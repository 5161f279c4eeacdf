/**
 * Correlation-diagram data with spin–orbit coupling: E/B of every double-group level of dⁿ above
 * the ground level as Δ/B goes from 0 to a maximum at fixed C/B and ζ/B. Levels of one
 * double-group irrep never cross (von Neumann & Wigner, Phys. Z. 30, 467, 1929), so the i-th
 * Γ8 from below is one state along the whole sweep; each curve is named by its free-ion level
 * ²ˢ⁺¹L_J at Δ/B = 0 and its main cubic parent at the largest Δ/B. Solved at B = SWEEP_B and
 * divided by B, as in sweep.ts.
 */
import { freeIonLevels } from '../atom/jLevels.js';
import { DEFAULT_GEOMETRY } from '../core/defaults.js';
import { ensure } from '../core/errors.js';
import { DEFAULT_C_OVER_B, MAX_C_OVER_B } from '../core/ions.js';
import type { DoubleIrrep } from '../field/doubleGroup.js';
import type { Geometry } from '../field/labels.js';
import { checkZeta } from '../field/spinOrbit.js';
import {
  type LevelEnergy,
  type SpinOrbitResult,
  spinOrbitEnergies,
  spinOrbitLevels,
} from '../field/spinOrbitSolver.js';
import {
  type CorrelationDiagram,
  DEFAULT_MAX_DELTA_OVER_B,
  DEFAULT_SWEEP_POINTS,
  MAX_SWEEP_DELTA_OVER_B,
  MAX_SWEEP_POINTS,
  SWEEP_B,
} from './sweep.js';

/** Options of {@link sweepSpinOrbit}. */
export interface SpinOrbitSweepOptions {
  /** @default DEFAULT_GEOMETRY ('oct') */
  readonly geometry?: Geometry;
  /** C/B held fixed. @default DEFAULT_C_OVER_B (4.5) */
  readonly cOverB?: number;
  /** ζ/B held fixed (e.g. 0.3 for Ni²⁺: ζ ≈ 650, B ≈ 1080 cm⁻¹). */
  readonly zetaOverB: number;
  /** @default DEFAULT_MAX_DELTA_OVER_B (40) */
  readonly maxDeltaOverB?: number;
  /** @default DEFAULT_SWEEP_POINTS (400) */
  readonly points?: number;
  /** Called after each solved point, for progress display. */
  readonly onProgress?: (done: number, total: number) => void;
}

/** One double-group level followed along the sweep. */
export interface SpinOrbitCurve {
  /** Irrep and rank from below, e.g. `Γ8(3)`. */
  readonly label: string;
  readonly irrep: DoubleIrrep;
  /** The free-ion level at Δ/B = 0, e.g. `4F3/2`. */
  readonly freeIon: string;
  /** The main spin–orbit-free cubic parent at the largest Δ/B, e.g. `4T1g(F)`. */
  readonly strongField: string;
  /** E/B above the ground level at each Δ/B. */
  readonly values: readonly number[];
}

/** The data of one correlation diagram with spin–orbit coupling. */
export interface SpinOrbitDiagram {
  readonly n: number;
  readonly geometry: Geometry;
  readonly cOverB: number;
  readonly zetaOverB: number;
  readonly maxDeltaOverB: number;
  readonly deltaOverB: readonly number[];
  /** Every level's curve, ordered by energy just above Δ/B = 0. */
  readonly curves: readonly SpinOrbitCurve[];
}

/**
 * Sweeps Δ/B at fixed C/B and ζ/B for dⁿ (n = 1…9) with spin–orbit coupling.
 * @throws InputError for a bad n, C/B, ζ/B, maximum or point count.
 */
export function sweepSpinOrbit(n: number, options: SpinOrbitSweepOptions): SpinOrbitDiagram {
  const geometry = options.geometry ?? DEFAULT_GEOMETRY;
  const cOverB = options.cOverB ?? DEFAULT_C_OVER_B;
  const maxDeltaOverB = options.maxDeltaOverB ?? DEFAULT_MAX_DELTA_OVER_B;
  const points = options.points ?? DEFAULT_SWEEP_POINTS;
  const { zetaOverB } = options;
  ensure(
    Number.isInteger(n) && n >= 1 && n <= 9,
    `d-electron count ${n}: expected a whole number from 1 to 9`,
  );
  ensure(geometry === 'oct' || geometry === 'tet', `geometry "${geometry}": expected oct or tet`);
  ensure(
    Number.isFinite(cOverB) && cOverB > 0 && cOverB <= MAX_C_OVER_B,
    `C/B ${cOverB}: expected a positive number up to ${MAX_C_OVER_B}`,
  );
  ensure(
    Number.isFinite(zetaOverB) && zetaOverB >= 0 && zetaOverB <= 20,
    `ζ/B ${zetaOverB}: expected a number from 0 to 20`,
  );
  ensure(
    Number.isFinite(maxDeltaOverB) && maxDeltaOverB > 0 && maxDeltaOverB <= MAX_SWEEP_DELTA_OVER_B,
    `largest Δ/B ${maxDeltaOverB}: expected a positive number up to ${MAX_SWEEP_DELTA_OVER_B}`,
  );
  ensure(
    Number.isInteger(points) && points >= 2 && points <= MAX_SWEEP_POINTS,
    `points ${points}: expected a whole number from 2 to ${MAX_SWEEP_POINTS}`,
  );
  const B = SWEEP_B;
  const C = cOverB * B;
  const zeta = zetaOverB * B;
  checkZeta(zeta);
  const sign = geometry === 'oct' ? 1 : -1;
  const xs = Array.from({ length: points }, (_, i) => (maxDeltaOverB * i) / (points - 1));
  const values = new Map<string, number[]>();
  let first: SpinOrbitResult | undefined;
  let last: SpinOrbitResult | undefined;
  xs.forEach((x, i) => {
    const dqOct = (sign * x * B) / 10;
    const ends = i === 0 || i === xs.length - 1;
    // Inside the sweep eigenvalues alone name the levels; the ends need eigenvectors for parentage.
    const fast = ends ? null : spinOrbitEnergies(n, dqOct, B, C, zeta);
    let levels: readonly LevelEnergy[] | null = fast;
    if (!levels) {
      const r = spinOrbitLevels(n, dqOct, B, C, zeta, geometry, ends);
      if (i === 0) first = r;
      if (ends) last = r;
      levels = r.levels;
    }
    const rank = new Map<string, number>();
    for (const l of levels) {
      const k = (rank.get(l.irrep) ?? 0) + 1;
      rank.set(l.irrep, k);
      const label = `${l.irrep}(${k})`;
      const list = values.get(label) ?? [];
      list.push(l.energy / B);
      values.set(label, list);
    }
    options.onProgress?.(i + 1, xs.length);
  });
  const strong = new Map((last?.levels ?? []).map((l) => [l.label, l.parent]));
  const jLevels = freeIonLevels(n, B, C, zeta);
  const curves = (first?.levels ?? []).map((l) => ({
    label: l.label,
    irrep: l.irrep,
    freeIon: jLevels.find((j) => Math.abs(j.energy - l.energy) <= 1e-6 * B)?.label ?? l.parent,
    strongField: strong.get(l.label) ?? '',
    values: values.get(l.label) ?? [],
  }));
  const order = (c: SpinOrbitCurve) => c.values[1] ?? c.values[0] ?? 0;
  return {
    n,
    geometry,
    cOverB,
    zetaOverB,
    maxDeltaOverB,
    deltaOverB: xs,
    curves: [...curves].sort((a, b) => order(a) - order(b)),
  };
}

/**
 * The diagram in the form of {@link CorrelationDiagram}, for the CSV and figure code of the
 * spin–orbit-free diagram. Spin is no longer a good quantum number, so every curve is given
 * S = 0 and the diagram one region: all curves are drawn alike, and a change of ground level
 * shows as a kink, with no spin regions or crossings.
 */
export function spinOrbitAsCorrelation(d: SpinOrbitDiagram): CorrelationDiagram {
  const ground = d.curves.find((c) => c.values[0] === 0)?.label ?? '';
  return {
    n: d.n,
    geometry: d.geometry,
    cOverB: d.cOverB,
    maxDeltaOverB: d.maxDeltaOverB,
    points: d.deltaOverB.length,
    deltaOverB: d.deltaOverB,
    curves: d.curves.map((c) => ({
      label: c.label,
      symbol: c.irrep,
      S: 0,
      irrep: c.irrep,
      parent: c.freeIon,
      strongField: c.strongField,
      values: c.values,
    })),
    crossings: [],
    regions: [{ fromDeltaOverB: 0, toDeltaOverB: d.maxDeltaOverB, S: 0, ground }],
    zetaOverB: d.zetaOverB,
  };
}
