/**
 * Where the ground state of dⁿ changes its spin as Dq grows (high-spin → low-spin): each change
 * found on a scan of the ground spin (eigenvalues alone) and then pinned down as a root of
 * E(lowest of one spin) − E(lowest of the other), with the full solver at every step.
 */

import { DEFAULT_GEOMETRY } from '../core/defaults.js';
import { ensure } from '../core/errors.js';
import { type CubicResult, cubicLevels, groundSpin } from '../field/cubic.js';
import type { Geometry } from '../field/labels.js';
import { brentRoot } from '../numeric/roots.js';

/** One change of ground-state spin. */
export interface GroundCrossing {
  /** Dq at the change, cm⁻¹ (positive; Δ = 10Dq). */
  readonly dq: number;
  /** Δ/B = 10Dq/B at the change. */
  readonly deltaOverB: number;
  /** Ground-state label just below the change (smaller Dq), e.g. `5T2g`. */
  readonly from: string;
  /** Ground-state label just above it, e.g. `1A1g(I)`. */
  readonly to: string;
  /** Plain ²ˢ⁺¹Γ of {@link from}, without the parent term, e.g. `5T2g`. */
  readonly fromSymbol: string;
  /** Plain ²ˢ⁺¹Γ of {@link to}, e.g. `1A1g`. */
  readonly toSymbol: string;
  readonly fromS: number;
  readonly toS: number;
}

/** Input of {@link groundStateCrossings}. */
export interface CrossingInput {
  readonly n: number;
  /** @default DEFAULT_GEOMETRY ('oct') */
  readonly geometry?: Geometry;
  readonly B: number;
  readonly C: number;
  /** Largest Δ/B scanned. @default 60 */
  readonly maxDeltaOverB?: number;
  /** Scan points before refinement (a change between two points is never missed unless two changes fall between them). @default 240 */
  readonly scanPoints?: number;
  /** Absolute tolerance of the root in Dq, cm⁻¹. @default 1e-7 */
  readonly dqTolerance?: number;
}

/** Defaults of {@link CrossingInput}. */
export const CROSSING_DEFAULTS = { maxDeltaOverB: 60, scanPoints: 240, dqTolerance: 1e-7 } as const;

function lowestOfSpin(result: CubicResult, S: number): number {
  const level = result.levels.find((l) => l.S === S);
  return level ? level.energy : Number.POSITIVE_INFINITY;
}

/**
 * Every change of ground-state spin for 0 < Δ/B ≤ maxDeltaOverB, in order of Dq.
 * Empty for dⁿ without one in that range (d¹–d³, d⁸, d⁹; and in Td for real B).
 */
export function groundStateCrossings(input: CrossingInput): GroundCrossing[] {
  const { n, geometry = DEFAULT_GEOMETRY, B, C } = input;
  const maxDeltaOverB = input.maxDeltaOverB ?? CROSSING_DEFAULTS.maxDeltaOverB;
  const scanPoints = input.scanPoints ?? CROSSING_DEFAULTS.scanPoints;
  const dqTolerance = input.dqTolerance ?? CROSSING_DEFAULTS.dqTolerance;
  ensure(
    Number.isInteger(n) && n >= 1 && n <= 9,
    `d-electron count ${n}: expected a whole number from 1 to 9`,
  );
  ensure(Number.isFinite(B) && B > 0, `Racah B = ${B}: expected a positive number of cm⁻¹`);
  ensure(Number.isFinite(C) && C >= 0, `Racah C = ${C}: expected a non-negative number of cm⁻¹`);
  ensure(maxDeltaOverB > 0, `largest Δ/B ${maxDeltaOverB}: expected a positive number`);
  ensure(
    Number.isInteger(scanPoints) && scanPoints >= 2,
    `scan points ${scanPoints}: expected a whole number ≥ 2`,
  );
  const sign = geometry === 'oct' ? 1 : -1;
  // Energies and labels are all the search needs: eigenvalues only.
  const solve = (dq: number) => cubicLevels(n, sign * dq, B, C, geometry, false);
  const maxDq = (maxDeltaOverB * B) / 10;
  const out: GroundCrossing[] = [];
  let prevDq = 0;
  let prevS = groundSpin(n, 0, B, C);
  for (let i = 1; i <= scanPoints; i++) {
    const dq = (maxDq * i) / scanPoints;
    // The scan watches the ground spin only (eigenvalues alone); the full solver labels the ends.
    const curS = groundSpin(n, sign * dq, B, C);
    if (curS !== prevS) {
      const prev = solve(prevDq);
      const cur = solve(dq);
      const sLow = prev.ground.S;
      const sHigh = cur.ground.S;
      const root = brentRoot(
        (x) => {
          const r = solve(x);
          return lowestOfSpin(r, sLow) - lowestOfSpin(r, sHigh);
        },
        prevDq,
        dq,
        { xTolerance: dqTolerance },
      );
      out.push({
        dq: root,
        deltaOverB: (10 * root) / B,
        from: prev.ground.label,
        to: cur.ground.label,
        fromSymbol: prev.ground.symbol,
        toSymbol: cur.ground.symbol,
        fromS: sLow,
        toS: sHigh,
      });
    }
    prevDq = dq;
    prevS = curS;
  }
  return out;
}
____
YOUR GOAL: Across all the records, find the lines containing the word "groundSpin" and reproduce each one.

ANSWER TO THE EXERCISE:
import { type CubicResult, cubicLevels, groundSpin } from '../field/cubic.js';
  let prevS = groundSpin(n, 0, B, C);
    const curS = groundSpin(n, sign * dq, B, C);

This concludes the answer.